The Office of the Director of National Intelligence recently released the 2026 Annual Threat Assessment of the U.S. Intelligence Community. According to an analysis by the College of Health Information Management Executives (CHIME), ”this report reflects the insights of the entire (intelligence community).”
In recent testimony before the Senate Select Committee on Intelligence, Director of National Intelligence Tulsi Gabbard’s opening remarks noted that, in the “cyber domain, China, Russia, Iran, North Korea and non-state ransomware groups will continue to seek to compromise U.S. government and private-sector networks as well as critical infrastructure to collect intelligence, create options for future disruption and for financial gain.”
The risks are heightened for healthcare organizations, and the attacks on Stryker – bearing a resemblance to vulnerabilities exposed in attacks on Oracle and Change Healthcare – show the potential for serious downstream effects on the industry when industry technology suppliers are breached.
Vulnerability awareness
“Attacks like this unfortunately aren’t surprising,” says Skip Sorrels, field chief technology officer and chief information security officer for Claroty, a technology security systems provider. “Even before the latest geopolitical tensions, hacktivist activity targeting healthcare and other critical infrastructure had been steadily increasing, and that trend makes organizations like medical device manufacturers and hospitals more likely to be caught in the crossfire.”
Increased attack vectors mean it’s incumbent on organizations to improve cybersecurity practices and exercise heightened awareness.

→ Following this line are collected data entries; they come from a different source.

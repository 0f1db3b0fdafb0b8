/**
 * Builds the demo site once for all end-to-end tests and serves it on a free local port.
 * The URL reaches the tests through `inject('siteUrl')`.
 */
import type { TestProject } from 'vitest/node';
import { execFileSync } from 'node:child_process';
import { mkdtempSync, rmSync } from 'node:fs';
import { tmpdir } from 'node:os';
import { join, resolve } from 'node:path';
import { serveStatic, type StaticServer } from '../../scripts/lib/staticServer.ts';
import { findChromium } from './browser.ts';

declare module 'vitest' {
  export interface ProvidedContext {
    siteUrl: string;
  }
}

const root = resolve(import.meta.dirname, '../..');
let server: StaticServer | undefined;
let outDir: string | undefined;

export async function setup(project: TestProject): Promise<void> {
  findChromium(); // fail early, with the install hint, when there is no browser
  outDir = mkdtempSync(join(tmpdir(), 'census-e2e-'));
  const dist = join(outDir, 'dist');
  execFileSync(process.execPath, [join(root, 'node_modules/astro/astro.js'), 'build', '--silent'], {
    cwd: root,
    env: { ...process.env, CENSUS_OUT_DIR: dist, CENSUS_BASE: '/' },
    stdio: ['ignore', 'ignore', 'inherit'],
  });
  server = await serveStatic(dist, '/');
  project.provide('siteUrl', server.url);
}

export async function teardown(): Promise<void> {
  await server?.close();
  if (outDir) rmSync(outDir, { recursive: true, force: true });
}
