import { afterAll, beforeAll, describe, expect, inject, it } from 'vitest';
import type { Browser, Page } from 'playwright-core';
import { launchBrowser } from './browser.ts';
import { openSite } from './sitePage.ts';

const READINGS = ['standard', 'scattering_core', 'dense_gas', 'small_bolometric'];

/** Waits until the Readings page's charts show `reading` and the comparison is drawn. */
async function waitForReading(page: Page, reading: string): Promise<void> {
  await page.waitForFunction((r) => document.querySelector<HTMLElement>('#reading-charts')?.dataset.reading === r, reading, { timeout: 60_000 });
  await page.waitForFunction(() => (document.querySelector<HTMLElement>('[data-shift-chart]')?.dataset.pair ?? '') !== '', undefined, { timeout: 60_000 });
}

describe('readings', () => {
  let browser: Browser;
  beforeAll(async () => {
    browser = await launchBrowser();
  });
  afterAll(async () => {
    await browser?.close();
  });

  it('shows every reading side by side, and switching the reading redraws the charts and marks its summary row', async () => {
    const site = await openSite(browser, inject('siteUrl'));
    try {
      const { page } = site;
      await page.goto(new URL('readings/', inject('siteUrl')).href);
      expect(await page.locator('[data-reading-row]').evaluateAll((rows) => rows.map((r) => (r as HTMLElement).dataset.readingRow))).toEqual(READINGS);
      await waitForReading(page, 'standard');
      const before = await page.locator('#reading-charts [data-chart="mbh-z"] svg').innerHTML();
      await page.selectOption('[data-reading-switch]', 'scattering_core');
      await waitForReading(page, 'scattering_core');
      const after = await page.locator('#reading-charts [data-chart="mbh-z"] svg').innerHTML();
      expect(after).not.toBe(before);
      await expect(page.locator('[data-reading-row="scattering_core"]').getAttribute('aria-current')).resolves.toBe('true');
      expect(page.url()).toContain('reading=scattering_core');
      expect(await page.locator('[data-shift-chart] svg').count()).toBeGreaterThan(0);
      expect(site.foreign()).toEqual([]);
      expect(site.errors).toEqual([]);
    } finally {
      await site.close();
    }
  });

  it('restores the reading and the compared pair from its URL', async () => {
    const site = await openSite(browser, inject('siteUrl'));
    try {
      const { page } = site;
      await page.goto(new URL('readings/?reading=dense_gas&a=small_bolometric&b=dense_gas', inject('siteUrl')).href);
      await waitForReading(page, 'dense_gas');
      await expect(page.locator('[data-reading-switch]').inputValue()).resolves.toBe('dense_gas');
      await expect(page.locator('[data-shift-chart]').getAttribute('data-pair')).resolves.toBe('small_bolometric>dense_gas');
    } finally {
      await site.close();
    }
  });

  it('answers SQL on the readings table with the same numbers as the file, and lists every reading on an object page', async () => {
    const site = await openSite(browser, inject('siteUrl'));
    try {
      const { page } = site;
      await page.goto(new URL('object/CDW-00009/', inject('siteUrl')).href);
      expect(await page.locator('[data-object-readings] [data-reading-value]').evaluateAll((rows) => rows.map((r) => (r as HTMLElement).dataset.readingValue))).toEqual(READINGS);
    } finally {
      await site.close();
    }
  });
});
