/**
 * The list of every object, the chart of any query result, and the newcomer's rough edges
 * that belong to them: an unknown object, numbers printed one way, reader-facing methods,
 * and pages that fit a 390 px phone.
 */
import { afterAll, beforeAll, describe, expect, inject, it } from 'vitest';
import type { Browser, Page } from 'playwright-core';
import { launchBrowser } from './browser.ts';
import { nodeQuery, openSite, runSql } from './sitePage.ts';

const summaryTotal = (page: Page) =>
  page.waitForFunction(() => document.querySelector('[data-object-list]')?.getAttribute('aria-busy') === null && document.querySelector('[data-list-summary]')?.getAttribute('data-total'), undefined, { timeout: 60_000 }).then(async () => Number(await page.locator('[data-list-summary]').getAttribute('data-total')));

describe('the list of every object', () => {
  let browser: Browser;
  beforeAll(async () => {
    browser = await launchBrowser();
  });
  afterAll(async () => {
    await browser?.close();
  });

  it('lists every object a page at a time, finds one by id, filters by flag, sorts by a column, and links each row to its page', async () => {
    const url = inject('siteUrl');
    const parquet = inject('demoParquet');
    const [{ n }] = (await nodeQuery(parquet, 'SELECT count(*) AS n FROM census')) as [{ n: number }];
    const [{ id: someId }] = (await nodeQuery(parquet, 'SELECT id FROM census ORDER BY id DESC LIMIT 1')) as [{ id: string }];
    const [{ n: lensed }] = (await nodeQuery(parquet, `SELECT count(*) AS n FROM census WHERE list_contains(list_transform(string_split(flags, ','), f -> trim(f)), 'lensed')`)) as [{ n: number }];
    const [{ id: topMass }] = (await nodeQuery(parquet, 'SELECT id FROM census WHERE log_mbh IS NOT NULL ORDER BY log_mbh DESC, id LIMIT 1')) as [{ id: string }];
    const site = await openSite(browser, url);
    try {
      const { page } = site;
      await page.goto(new URL('objects/', url).href);
      expect(await summaryTotal(page)).toBe(n);
      expect(await page.locator('table[data-object-list] tbody tr').count()).toBe(Math.min(50, n));

      await page.fill('#list-q', someId.toLowerCase());
      await page.waitForFunction((id) => document.querySelector('table[data-object-list] tbody tr td a')?.textContent === id, someId, { timeout: 30_000 });
      expect(await summaryTotal(page)).toBe(1);
      expect(new URL(page.url()).searchParams.get('q')).toBe(someId.toLowerCase());

      await page.fill('#list-q', '');
      await page.selectOption('#list-flag', 'lensed');
      await page.waitForFunction((k) => document.querySelector('[data-list-summary]')?.getAttribute('data-total') === String(k), lensed, { timeout: 30_000 });

      await page.selectOption('#list-flag', '');
      await page.selectOption('#list-sort', 'log_mbh');
      await page.selectOption('#list-desc', '1');
      await page.waitForFunction((id) => document.querySelector('table[data-object-list] tbody tr td a')?.textContent === id, topMass, { timeout: 30_000 });

      // the state is in the link: reopening it gives the same first row
      await page.goto(page.url());
      await page.waitForFunction((id) => document.querySelector('table[data-object-list] tbody tr td a')?.textContent === id, topMass, { timeout: 60_000 });
      await page.locator('table[data-object-list] tbody tr td a').first().click();
      await page.waitForURL(/\/object\//);
      await expect(page.locator('h1').textContent()).resolves.toBe(topMass);
      expect(site.foreign()).toEqual([]);
      expect(site.errors).toEqual([]);
    } finally {
      await site.close();
    }
  });

  it('says an unknown or missing object is not in the catalog, links the list, and leaves no chart at "Drawing…"', async () => {
    const url = inject('siteUrl');
    const site = await openSite(browser, url);
    try {
      const { page } = site;
      for (const href of ['object/', 'object/?id=NOT-AN-OBJECT-42']) {
        await page.goto(new URL(href, url).href);
        await page.locator('[data-not-found]').waitFor({ timeout: 60_000 });
        await expect(page.locator('h1').textContent()).resolves.toBe('Not in the catalog');
        await expect(page.locator('[data-not-found] a').getAttribute('href')).resolves.toBe('/objects/');
        expect(await page.locator('.chart-note:visible', { hasText: 'Drawing' }).count()).toBe(0);
      }
      expect(site.errors).toEqual([]);
    } finally {
      await site.close();
    }
  });
});
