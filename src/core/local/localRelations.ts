import type { LocalRelationId } from '../derive/types.ts';
import type { LocalRelation } from './localRelation.ts';
import { log10 } from '../math/index.ts';

const RV15 = 'Reines & Volonteri 2015, ApJ 813, 82';
const KH13 = 'Kormendy & Ho 2013, ARA&A 51, 511';

/** The local M_BH relations, keyed by id. */
export const LOCAL_RELATIONS: Readonly<Record<LocalRelationId, LocalRelation>> = {
  rv15_agn: {
    id: 'rv15_agn', label: 'Reines & Volonteri 2015, local AGN (M_BH–M*)', x: 'logMstar',
    a: 7.45, b: 1.05, pivot: 11,
    scatterDex: 0.55, // rms scatter, from memory: confirm against RV15
    scatterProvenance: 'from memory',
    reference: `${RV15}, eq. 4 (AGN sample)`,
    massScale: 'rv15_f4.3', // their single-epoch Hα masses (their eq. 5)
    validity: { x: [9.5, 12] },
    notes: 'Total stellar mass of the host, not the bulge.',
  },
  rv15_early: {
    id: 'rv15_early', label: 'Reines & Volonteri 2015, ellipticals and classical bulges (M_BH–M*)', x: 'logMstar',
    a: 8.95, b: 1.4, pivot: 11,
    scatterDex: 0.47, // from memory: confirm against RV15
    scatterProvenance: 'from memory',
    reference: `${RV15}, eq. 4 with the elliptical/classical-bulge coefficients`,
    massScale: 'dynamical',
    validity: { x: [10, 12.5] },
    notes: 'Coefficients and scatter from memory; confirm against the paper.',
  },
  kh13_mbulge: {
    id: 'kh13_mbulge', label: 'Kormendy & Ho 2013, M_BH–M_bulge', x: 'logMbulge',
    // Eq. 10 is printed as M/1e9 = 0.49 (M_bulge/1e11)^1.16; the zero point is its log.
    // Slope: 1.16 here; some transcriptions give 1.17 (published-checks.md): confirm against the paper.
    a: 9 + log10(0.49), b: 1.16, pivot: 11,
    scatterDex: 0.29, // KH13 quote 0.28–0.29 dex intrinsic scatter (published-checks.md)
    scatterProvenance: 'published',
    reference: `${KH13}, eq. 10`,
    massScale: 'dynamical',
    validity: { x: [9.5, 12.5] },
    notes: 'Bulge mass of classical bulges and ellipticals. Passing the total M* treats it as the bulge mass (an upper limit on M_bulge).',
  },
  kh13_sigma: {
    id: 'kh13_sigma', label: 'Kormendy & Ho 2013, M_BH–σ*', x: 'logSigma',
    // Eq. 7 is printed as M/1e9 = 0.309 (σ/200 km/s)^4.38.
    a: 9 + log10(0.309), b: 4.38, pivot: log10(200),
    scatterDex: 0.29,
    scatterProvenance: 'published',
    reference: `${KH13}, eq. 7`,
    massScale: 'dynamical',
    validity: { x: [log10(70), log10(400)] },
  },
};

/**
 * A local relation by id; throws a one-line error naming the unknown id.
 * @param id - 'rv15_agn' | 'rv15_early' | 'kh13_mbulge' | 'kh13_sigma'.
 */
export function getLocalRelation(id: LocalRelationId | string): LocalRelation {
  const rel = (LOCAL_RELATIONS as Record<string, LocalRelation | undefined>)[id];
  if (!rel) throw new Error(`unknown local relation '${id}' (known: ${Object.keys(LOCAL_RELATIONS).join(', ')})`);
  return rel;
}
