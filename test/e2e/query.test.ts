import { afterAll, beforeAll, describe, expect, inject, it } from 'vitest';
import type { Browser } from 'playwright-core';
import { launchBrowser } from './browser.ts';
import { markCount, nodeQuery, openSite } from './sitePage.ts';

const SQL = 'SELECT id, z, log_mbh, log_edd_ratio FROM census WHERE z > 6 AND log_edd_ratio > -0.5';

describe('SQL workspace', () => {
  let browser: Browser;
  beforeAll(async () => {
    browser = await launchBrowser();
  });
  afterAll(async () => {
    await browser?.close();
  });

  it('returns as many rows as DuckDB in Node finds, draws that many marks, and links ids to object pages', async () => {
    const rows = await nodeQuery(inject('demoParquet'), SQL);
    const plotted = rows.filter((r) => r.z !== null && r.log_mbh !== null).length;
    expect(rows.length).toBeGreaterThan(0);
    const site = await openSite(browser, inject('siteUrl'));
    try {
      const { page } = site;
      await page.goto(new URL('query/', inject('siteUrl')).href);
      // Tab in the editor inserts two spaces instead of leaving it.
      await page.locator('#sql').fill('SELECT');
      await page.locator('#sql').press('End');
      await page.locator('#sql').press('Tab');
      await expect(page.locator('#sql').inputValue()).resolves.toBe('SELECT  ');
      await expect(page.evaluate(() => document.activeElement?.id)).resolves.toBe('sql');
      await page.locator('#sql').fill(SQL);
      await page.locator('#sql').press('Control+Enter');
      await page.waitForFunction((n) => document.querySelector('[data-result-summary]')?.getAttribute('data-rows') === String(n), rows.length, { timeout: 30_000 });
      // One page of rows at most in the DOM.
      const domRows = await page.locator('table[data-results] tbody tr').count();
      expect(domRows).toBe(Math.min(50, rows.length));
      await page.waitForFunction(() => document.querySelector('[data-population="manual"] [data-chart="mbh-z"] svg'), undefined, { timeout: 30_000 });
      expect(await markCount(page, 'mbh-z')).toBe(plotted);
      // The query is in the URL.
      expect(new URL(page.url()).searchParams.get('sql')).toBe(SQL);
      // Sorting by z descending puts the largest redshift first.
      const zHeader = page.locator('table[data-results] thead th', { hasText: 'z' }).first().locator('button');
      await zHeader.click();
      await zHeader.click();
      const maxZ = Math.max(...rows.map((r) => Number(r.z)));
      await expect(page.locator('table[data-results] tbody tr').first().locator('td').nth(1).textContent()).resolves.toBe(maxZ.toFixed(3));
      // An id opens its object page.
      const link = page.locator('table[data-results] tbody tr').first().locator('a');
      const id = await link.textContent();
      await link.click();
      await page.waitForURL(/\/object\//);
      await expect(page.locator('h1').textContent()).resolves.toBe(id);
      expect(site.foreign()).toEqual([]);
    } finally {
      await site.close();
    }
  });

  it('shows a SQL error inline beside the editor in plain words', async () => {
    const site = await openSite(browser, inject('siteUrl'));
    try {
      const { page } = site;
      await page.goto(new URL('query/', inject('siteUrl')).href);
      await page.locator('#sql').fill('SELECT no_such_column FROM census');
      await page.locator('[data-run]').click();
      const error = page.locator('#sql-error');
      await error.waitFor({ state: 'visible', timeout: 30_000 });
      await expect(error.textContent()).resolves.toMatch(/no_such_column/);
      await page.locator('#sql').fill('SELEC id FROM census');
      await page.locator('[data-run]').click();
      await page.waitForFunction(() => /could not be read/.test(document.querySelector('#sql-error')?.textContent ?? ''), undefined, { timeout: 30_000 });
      await page.locator('#sql').fill('SELECT * FROM catalog');
      await page.locator('[data-run]').click();
      await page.waitForFunction(() => /named census/.test(document.querySelector('#sql-error')?.textContent ?? ''), undefined, { timeout: 30_000 });
    } finally {
      await site.close();
    }
  });

  it('shows a query that came with a link and runs it only when asked', async () => {
    const [expected] = await nodeQuery(inject('demoParquet'), 'SELECT count(*) AS n FROM census WHERE z > 7');
    const site = await openSite(browser, inject('siteUrl'));
    try {
      const { page } = site;
      const url = new URL('query/', inject('siteUrl'));
      url.searchParams.set('sql', 'SELECT id, z FROM census WHERE z > 7');
      await page.goto(url.href);
      await expect(page.locator('#sql').inputValue()).resolves.toBe('SELECT id, z FROM census WHERE z > 7');
      await expect(page.locator('[data-shared-note]').isVisible()).resolves.toBe(true);
      await page.waitForTimeout(1500);
      await expect(page.locator('[data-result-summary]').getAttribute('data-rows')).resolves.toBeNull();
      await page.locator('[data-run]').click();
      await page.waitForFunction((n) => document.querySelector('[data-result-summary]')?.getAttribute('data-rows') === String(n), expected!.n, { timeout: 30_000 });
      // The result exports as CSV with a header and one line per row.
      const [download] = await Promise.all([page.waitForEvent('download'), page.locator('[data-export-csv]').click()]);
      const path = await download.path();
      const { readFileSync } = await import('node:fs');
      const lines = readFileSync(path, 'utf8').trim().split(/\r?\n/);
      expect(lines[0]).toBe('id,z');
      expect(lines.length - 1).toBe(expected!.n);
    } finally {
      await site.close();
    }
  });
});
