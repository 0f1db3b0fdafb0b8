import { afterAll, beforeAll, describe, expect, inject, it } from 'vitest';
import type { Browser } from 'playwright-core';
import { launchBrowser } from './browser.ts';
import { nodeQuery, openSite, runSql, waitForCharts } from './sitePage.ts';

describe('deployment', () => {
  let browser: Browser;
  beforeAll(async () => {
    browser = await launchBrowser();
  });
  afterAll(async () => {
    await browser?.close();
  });

  it('works under a sub-path (/census/): links, charts and DuckDB queries', async () => {
    const sub = inject('subUrl');
    expect(new URL(sub).pathname).toBe('/census/');
    const [expected] = await nodeQuery(inject('demoParquet'), 'SELECT count(*) AS n FROM census WHERE log_edd_ratio > 0');
    const site = await openSite(browser, sub);
    try {
      const { page } = site;
      await page.goto(sub);
      await waitForCharts(page);
      expect(await page.locator('[data-chart] svg').count()).toBeGreaterThanOrEqual(4);
      await Promise.all([
        page.waitForURL((u) => u.pathname === '/census/query/', { waitUntil: 'domcontentloaded' }),
        page.locator('nav a', { hasText: 'Query in SQL' }).click(),
      ]);
      await runSql(page, 'SELECT id FROM census WHERE log_edd_ratio > 0');
      await page.waitForFunction((n) => document.querySelector('[data-result-summary]')?.getAttribute('data-rows') === String(n), expected!.n, { timeout: 30_000 });
      await Promise.all([
        page.waitForURL((u) => u.pathname.startsWith('/census/object/'), { waitUntil: 'domcontentloaded' }),
        page.locator('table[data-results] tbody a').first().click(),
      ]);
      expect(site.requests.every((u) => new URL(u).pathname.startsWith('/census/') || !u.startsWith('http'))).toBe(true);
      expect(site.foreign()).toEqual([]);
    } finally {
      await site.close();
    }
  });

  it('says plainly that the catalog file is missing when the site was published without it', async () => {
    const site = await openSite(browser, inject('missingUrl'));
    try {
      const { page } = site;
      await page.goto(inject('missingUrl'));
      // The overview is static (counts and charts drawn at build time): it shows without the file.
      await expect(page.locator('[data-count="objects"]').textContent()).resolves.toMatch(/^\d+$/);
      expect(await page.locator('[data-population] [data-chart] svg').count()).toBeGreaterThanOrEqual(4);
      await page.goto(new URL('query/', inject('missingUrl')).href);
      await page.waitForFunction(() => /was not found/.test(document.querySelector('#sql-error')?.textContent ?? '') || /was not found/.test(document.querySelector('[data-db-status]')?.textContent ?? ''), undefined, { timeout: 30_000 });
    } finally {
      await site.close();
    }
  });

  it('says plainly that the catalog file is damaged when it is not Parquet', async () => {
    const site = await openSite(browser, inject('corruptUrl'));
    try {
      const { page } = site;
      await page.goto(new URL('query/', inject('corruptUrl')).href);
      await page.waitForFunction(() => document.querySelector('[data-db-status]')?.getAttribute('data-kind') === 'error', undefined, { timeout: 30_000 });
      await expect(page.locator('[data-db-status]').textContent()).resolves.toMatch(/catalog file .*data\/catalog\.parquet.* is not a readable Parquet file/);
    } finally {
      await site.close();
    }
  });

  it('links every object to the in-browser viewer when built without one page per object', async () => {
    const url = inject('viewerUrl');
    const [first] = await nodeQuery(inject('demoParquet'), 'SELECT id FROM census ORDER BY id LIMIT 1');
    const { objectSlug } = await import('../../src/site/objectSlug.ts');
    expect((await fetch(new URL(`object/${objectSlug(String(first!.id))}/`, url))).status).toBe(404);
    const site = await openSite(browser, url);
    try {
      const { page } = site;
      await page.goto(new URL('query/', url).href);
      await runSql(page, 'SELECT id, z FROM census ORDER BY id LIMIT 5');
      await page.waitForFunction(() => document.querySelector('[data-result-summary]')?.getAttribute('data-rows') === '5', undefined, { timeout: 30_000 });
      const link = page.locator('table[data-results] tbody tr').first().locator('a');
      await expect(link.getAttribute('href')).resolves.toBe(`/object/?id=${encodeURIComponent(String(first!.id))}`);
      await Promise.all([page.waitForURL((u) => u.pathname === '/object/', { waitUntil: 'domcontentloaded' }), link.click()]);
      await page.waitForSelector('tr[data-column="log_mbh"]', { timeout: 30_000 });
      await expect(page.locator('h1').textContent()).resolves.toBe(first!.id);
      expect(site.foreign()).toEqual([]);
    } finally {
      await site.close();
    }
  });
});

“In many cases, attackers simply find the path of least resistance — an exposed system, an unsecured management console or credentials that allow them to move deeper into the environment,” Sorrels notes.
“Once they gain administrative access, they effectively hold the keys to the kingdom and can disrupt everything from mobile devices to operational systems.
“As a former ICU nurse, I’ve seen firsthand how even small technology outages ripple through care delivery, which is why cybersecurity in healthcare must be treated as part of patient safety, with organizations prioritizing visibility into their cyber-physical systems and closing those ‘open doors’ before attackers find them.”
Proactive steps to take
The recent federal advisory suggests the following safety measures.
Disconnect operational technology and industrial control systems from the public Internet.
Ensure devices and accounts are protected with strong, unique passwords or employ multi-factor authentication.
Implement phishing resistant multi-factor authentication.
Apply manufacturers’ latest software patches for Internet-facing systems.
Monitor user access logs for remote access to networks.
Establish processes that prevent unauthorized changes, loss of view of control to operational technology.
Ensure business continuity and incident response plans are in place, review them and update them as necessary.
Rehearse recovery efforts for critical systems and related actions.
Consider how leaked credentials could be leveraged to conduct malicious activity and ensure security measures are in place to mitigate the impact of any potential leaks.
Fred Bazzoli is the Editor in Chief of Health Data Management.